Even so, Fadel Gheit, an analyst at Fahnestock & Co., was not fazed by the company's results and has a sanguine outlook.

"All in all, they missed earnings, but when you see why, most of the reasons are not irreversible things," he said. "There is no problem with their operations. They just happen to be the victims of circumstance."

DYNEGY TROUBLES

Charges for the most recent quarter included $52 million for the company's stake in Dynegy. ChevronTexaco has been under pressure because of its stake in the Houston-based energy company, which set a restructuring plan last fall and is struggling to reduce debt following credit downgrades.

Chevron has held a stake in Dynegy since 1996.

In the quarter, benchmark oil prices increased by more than 40 percent from a year earlier, amid fears of a potential war in Iraq and on the effects of a prolonged general strike in Venezuela, one of the largest crude exporters in the world.
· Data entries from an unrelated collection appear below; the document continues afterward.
"""From a scene to its instants: what the telescope's pupil, the moving air and the stars make.

Turbulence of the scene's layers is carried by their winds; every wavelength that stands for the
band sees the same path, and so a phase that goes with its inverse. One frame is the mean over its
sub-steps. All sources share one wavefront, as stars within the isoplanatic angle do. The tremble of
the aim and the spread of charge are those of a long exposure, in each frame alike. SI.
"""

from __future__ import annotations

from collections.abc import Iterator
from math import ceil, cos, inf, sin

import numpy as np

from simimg.air.screens import Flow, Screens
from simimg.arrays import AnyArray, FloatArray
from simimg.assembly.atmosphere import colour_shifts, scene_layers
from simimg.assembly.brightness import exposure_time, sky_electrons
from simimg.assembly.motion import trembling
from simimg.assembly.objects import Inventory
from simimg.assembly.train import NARROW, Train
from simimg.errors import InputError, mistake
from simimg.imaging.basis import Transfer
from simimg.imaging.instant import Instants, plan_instants, pupil_samples
from simimg.imaging.render import DEFAULT_MEMORY
from simimg.imaging.sources import Sources
from simimg.optics.wavefront import pupil_places
from simimg.scene.model import Scene

AIR_STREAM = 103
"""Stream of the seed that turbulence has, kept apart from those of frames and mirrors."""

PER_FRIED = 6.0
"""Samples of the pupil within Fried's parameter: the halo is seen to three times its FWHM."""

PER_DIAMETER = 64
"""Fewest samples across the aperture."""

MOST_WAVELENGTHS = 9
MOST_KINDS = 8

# Relative change of wavelength that changes the speckles, over (r0/D)^(5/6).
_SPECKLE_BAND = 0.45


class SceneInstants:
    """The frames of a scene's cube before any photon is counted.

    Parameters
    ----------
    scene : Scene
        With ``exposure.frame_time``.
    train : Train
    objects : Inventory
    memory_bytes : int, optional
        Most memory that an image may take; 2 GiB unless given.
    sources : Sources, optional
        What is seen in place of the scene's objects.
    stream : int, optional
        Of the seed that the air has.

    Raises
    ------
    InputError
        What cannot be seen in instants, or does not fit into the memory.
    """

    def __init__(
        self,
        scene: Scene,
        train: Train,
        objects: Inventory,
        *,
        memory_bytes: int | None = None,
        sources: Sources | None = None,
        stream: int = AIR_STREAM,
    ) -> None:
        refused = list(not_in_instants(scene))
        if refused:
            raise InputError(*refused)
        assert scene.exposure is not None
        geometry, pupil = objects.geometry, train.pupil
        shown = objects.sources if sources is None else sources
        kinds = _kinds(shown)
        if len(kinds) > MOST_KINDS:
            what = (
                f"has stars of {len(kinds)} spectra, and frames of instants can have {MOST_KINDS}"
            )
            mend = "leave out the catalogue's temperatures"
            raise InputError(mistake(scene.where, "exposure.frame_time", what, mend))
        wavelengths, _ = train.palette.nodes(_count(scene, train))
        shift_x, shift_y = colour_shifts(scene, wavelengths, train.palette.wavelength)
        finest = pupil.diameter / PER_DIAMETER
        if train.fried is not None:
            finest = min(finest, train.fried / PER_FRIED)
        plan = plan_instants(
            shown,
            columns=geometry.columns,
            rows=geometry.rows,
            pixel_scale=geometry.pixel_scale,
            wavelengths=[float(one) for one in wavelengths],
            diameter=pupil.reach,
            finest=finest,
            memory_bytes=DEFAULT_MEMORY if memory_bytes is None else memory_bytes,
        )
        x, y = pupil_places(pupil)
        path = np.zeros_like(x + y) if train.aperture.path is None else train.aperture.path
        path = np.where(np.isfinite(path), path, 0.0)
        waves = []
        for one, dx, dy in zip(plan.wavelengths, shift_x, shift_y, strict=True):
            angle = 2.0 * np.pi / one * (path + dx * x + dy * y)
            wave = pupil.amplitude * np.exp(1j * angle)
            waves.append(pupil_samples(wave, pupil.pitch, samples=plan.samples, step=plan.step))
        blur = trembling(scene, Transfer(inf)).with_pixel(geometry.pixel_scale)
        self._instants = Instants(
            plan,
            shown,
            columns=geometry.columns,
            rows=geometry.rows,
            pupils=waves,
            area=pupil.area,
            wavelength=train.wavelength,
            shares={
                k: train.palette.weights(train.palette.spectrum(k), wavelengths) for k in kinds
            },
            blur=blur,
        )
        self._sky = np.float32(sky_electrons(scene, area=pupil.area))
        self._substeps = scene.exposure.substeps
        self._frame = exposure_time(scene)
        self._cycle = self._frame + scene.exposure.overhead
        self._screens: Screens | None = None
        self._still = np.zeros((plan.samples, plan.samples), dtype=np.float32)
        if scene.air is not None and train.fried is not None:
            flows = []
            for layer in scene_layers(scene.air):
                angle = geometry.direction(layer.direction)
                velocity = layer.wind * cos(angle), layer.wind * sin(angle)
                flows.append(Flow(layer.share, velocity))
            self._screens = Screens(
                flows,
                r0=train.fried,
                outer_scale=scene.air.outer_scale,
                samples=plan.samples,
                step=plan.step,
                rng=np.random.default_rng([scene.exposure.seed, stream]),
            )

    def phases(self, index: int) -> list[FloatArray]:
        """Phases of the air during one frame, one for each sub-step (rad); one thread at a time."""
        if self._screens is None:
            return [self._still]
        start = index * self._cycle
        return [
            self._screens.phase(start + (step + 0.5) / self._substeps * self._frame)
            for step in range(self._substeps)
        ]

    def light(self, phases: list[FloatArray]) -> AnyArray:
        """Expected electrons of objects and sky in each pixel; any number of threads at a time."""
        image = self._instants.image(phases)
        image += self._sky
        return image

    def psfs(self, phases: list[FloatArray]) -> list[FloatArray]:
        """PSFs of the wavelengths without the pixel, as `simimg.imaging.instant.Instants.psfs`."""
        return self._instants.psfs(phases)

    @property
    def pitch(self) -> float:
        """Side of the cells of `psfs` (rad)."""
        return self._instants.plan.pitch


def not_in_instants(scene: Scene) -> Iterator[str]:
    """One line for each key with which frames of instants cannot be made."""
    refused = (
        (scene.psf is not None, "psf", "is a PSF that does not change"),
        (bool(scene.detector), "detector", "is a mosaic"),
        (
            scene.air is not None and scene.air.tilt_removed is not None,
            "air.tilt_removed",
            "is an average over instants",
        ),
        (scene.camera is not None and scene.camera.binning > 1, "camera.binning", "adds pixels"),
        (getattr(scene, "correction", None) is not None, "correction", "is known as an average"),
    )
    for wrong, name, why in refused:
        if wrong:
            yield mistake(
                scene.where,
                name,
                f"{why}, and exposure.frame_time asks for instants",
                f"leave out {name} or frame_time",
            )


def _kinds(sources: Sources) -> list[int]:
    kinds = {int(kind) for kind in np.unique(sources.points.kind)}
    return sorted(kinds | {int(one.kind) for one in sources.shapes})


def _count(scene: Scene, train: Train) -> int:
    """How many wavelengths stand for the band: one for each width over which speckles change."""
    if scene.band.nodes is not None:
        return min(scene.band.nodes, MOST_WAVELENGTHS)
    lower, upper = train.palette.band.support
    width = (upper - lower) / train.wavelength
    if width < NARROW:
        return 1
    speckle = _SPECKLE_BAND
    if train.fried is not None:
        speckle *= min(train.fried / train.pupil.diameter, 1.0) ** (5.0 / 6.0)
    return min(1 + ceil(width / speckle), MOST_WAVELENGTHS)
While that helped its exploration and production earnings, the high commodity prices hurt refining, marketing and transportation, which posted a $151 million operating loss.

Revenue rose to $27.06 billion from $21.46 billion in the prior-year quarter.

Shares of ChevronTexaco were down 85 cents, or 1.32 percent, to $63.35 in Friday morning trade on the New York Stock Exchange after it missed the Thomson First Call consensus estimate of $1.28 a share in quarterly earnings. Shares fell to an earlier low of $62.30.